The OIM supports links between pairs of facts. In xBRL-JSON, such links could be represented as a property of either the source or target fact, or entirely separately, referencing both source and target facts by ID.

The former gives an obvious asymmetry in representation, making it easier to traverse the relationship in one direction than the other. It should be noted that relationships are asymmetric in the model, in that the outgoing relationships from a fact are ordered, but incoming relationships are not. Grouping relationships by source fact allows this ordering to be captured concisely by representing the relationships for a fact as an ordered list.

Links are used to model footnotes, as well as other relationships, and it was felt that making it easy to get from a fact to its associated footnote(s) was a benefit. It was felt that placing link information on facts gave a more intuitive format, than a separate block of JSON containing objects where both keys and values are IDs.

Consumers requiring more advanced, bi-directional traversal of relationships would not be unduly inconvenienced by representing link information on facts.

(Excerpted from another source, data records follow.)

/* hash.c - the one user of xxHash: stream seeds and row hashes.
 * SPDX-License-Identifier: MIT */
#include "hash.h"

#include <math.h>
#include <string.h>

#define XXH_INLINE_ALL
#include <xxhash.h>

/* Little-endian bytes whatever the host order, so that a seed gives the
 * same scenarios on every machine. */
static void put_le64(unsigned char *p, uint64_t x)
{
    for (int b = 0; b < 8; b++)
        p[b] = (unsigned char)(x >> (8 * b));
}

uint64_t surety_hash_stream(uint64_t seed, uint64_t stream, uint64_t l)
{
    unsigned char key[16];
    put_le64(key, stream);
    put_le64(key + 8, l);
    return XXH3_64bits_withSeed(key, sizeof key, seed);
}

uint64_t surety_hash_doubles(const double *v, size_t n)
{
    /* Fast path: no negative zero, hash the bytes where they lie. */
    size_t j = 0;
    while (j < n && !(v[j] == 0.0 && signbit(v[j])))
        j++;
    if (j == n)
        return XXH3_64bits(v, n * sizeof *v);

    /* Otherwise stream through a small buffer with -0.0 replaced by +0.0;
     * XXH3's streaming form gives the same value as the one-shot form. */
    XXH3_state_t st;
    XXH3_64bits_reset(&st);
    double buf[64];
    for (size_t at = 0; at < n;) {
        size_t len = n - at < 64 ? n - at : 64;
        for (size_t r = 0; r < len; r++)
            buf[r] = v[at + r] == 0.0 ? 0.0 : v[at + r];
        XXH3_64bits_update(&st, buf, len * sizeof *buf);
        at += len;
    }
    return XXH3_64bits_digest(&st);
}
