def measure(cmd, stdout_path, hard_timeout_s, env=None, cwd=None):
    """Runs cmd alone; returns (exit code or -signal, wall seconds, peak RSS in MB, killed,
    CPU seconds user+system). On a shared machine CPU seconds of a single-threaded solver vary
    less than wall seconds; both are kept.

    Peak memory: GNU time's %M, the ru_maxrss that wait4 reports for the solver process.
    It is not taken from os.wait4 on a child of this Python process: Linux keeps the larger
    of the pre-exec and post-exec peaks, and a child forked (or vforked) from a Python that
    has numpy and scipy loaded starts at ~47 MB, which would hide every small solver run.
    /usr/bin/time is a small C program, so the floor it adds is about 1-2 MB.
    RUSAGE_CHILDREN deltas would not do either: that field is the running maximum over all
    children waited for so far, not a sum, so a small run after a large one shows no delta.
    The hard timeout is a safety net beyond the solver's own limit (SIGKILL to the group)."""
    tfile = stdout_path + ".time"
    full = [TIME_PROG, "-f", "%M %U %S", "-o", tfile] + list(cmd) if os.access(TIME_PROG, os.X_OK) \
        else list(cmd)
    with open(stdout_path, "wb") as out, open(stdout_path + ".err", "wb") as err:
        t0 = time.perf_counter()
        p = subprocess.Popen(full, stdout=out, stderr=err, env=env, cwd=cwd,
                             start_new_session=True)
        killed = []

        def kill():
            killed.append(True)
            try:
                os.killpg(p.pid, signal.SIGKILL)
            except ProcessLookupError:
                pass
        timer = threading.Timer(hard_timeout_s, kill)
        timer.start()
        try:
            _, status, ru = os.wait4(p.pid, 0)
        finally:
            timer.cancel()
        wall = time.perf_counter() - t0
        p.returncode = os.waitstatus_to_exitcode(status)
    rc = p.returncode
    mem = cpu = None
    if full[0] == TIME_PROG:
        lines = read_text(tfile).split("\n")
        # GNU time prints "Command exited with non-zero status N" before the format line
        for line in lines:
            m = re.match(r"Command exited with non-zero status (\d+)", line)
            if m:
                rc = int(m.group(1))
            m = re.match(r"Command terminated by signal (\d+)", line)
            if m:
                rc = -int(m.group(1))
        vals = [x.split() for x in lines if re.match(r"^\d+ [\d.]+ [\d.]+$", x.strip())]
        if vals:
            mem = int(vals[-1][0]) / 1024.0
            cpu = float(vals[-1][1]) + float(vals[-1][2])
    return rc, wall, mem, bool(killed), cpu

12 Absent properties vs empty objects/lists

In a number of places in the syntax, JSON objects may have properties whose values are a collection of zero or more items. For example the facts property on a report has a value which is an object containing zero or more facts.

In this case, an empty collection could be represented by omitting the property altogether, rather than requiring it to be present with no members. This is more concise, but requires a small amount of additional coding in most languages in order to cope with the possibility of an absent property.

Requiring all such properties to be present, even if the collection is empty, would impose an unnecessary overhead on document size. For example, many XBRL documents contain few, if any, links, but this property can be present on any fact in this document. Requiring it to be present would potentially add significantly to the size of the document.

It was felt that the benefit of having a single, consistent approach of allowing all such properties to be omitted outweighed the cost of a small amount of additional code needed to cope with the possible omission of the property, even in cases where the inclusion would not represent a significant overhead.

13 Namespaces for built-in dimensions

A goal of the Open Information Model has been to provide greater consistency between XBRL v2.1 "built-in" dimensions, such as period, unit, and concept, and taxonomy defined dimension, as defined in Dimensions 1.0. To this end, all dimensions in xBRL-JSON are defined in a single JSON object called dimensions.

xBRL-JSON makes use of QNames, but has tried to remove some of the associated complexity of the XML specifications, such as scoped namespace bindings, default namespaces, and non-unique prefixes (i.e. multiple prefixes for the same namespace).

To this end, earlier drafts used a fixed prefix of xbrl for built-in dimensions, but it was felt that this added unnecessary verbosity to the format. Built-in dimensions are now represented using unprefixed names. This has the benefits that:

  1. They can be accessed directly as properties in Javascript (see Section 6.2)
  2. Built-in and taxonomy-defined dimensions can be easily differentiated by the presence of a : in the name.

14 Error codes when validating fact values

The xBRL-JSON specification states that processors "MAY" use the error code oime:invalidFactValue if they are performing full validation of fact values.

This intended to provide a standard error code for use when validating constraints in specifications that don't prescribe error codes (e.g. XML Schema, XBRL v2.1 and the Data Types Registry), while permitting processors to use any existing codes they may already have in place for those specifications.

By contrast, the Extensible Enumerations 2.0 specification and the Dimensions 1.0 specification do define error codes, and in the interests of interoperability we require that those codes are used.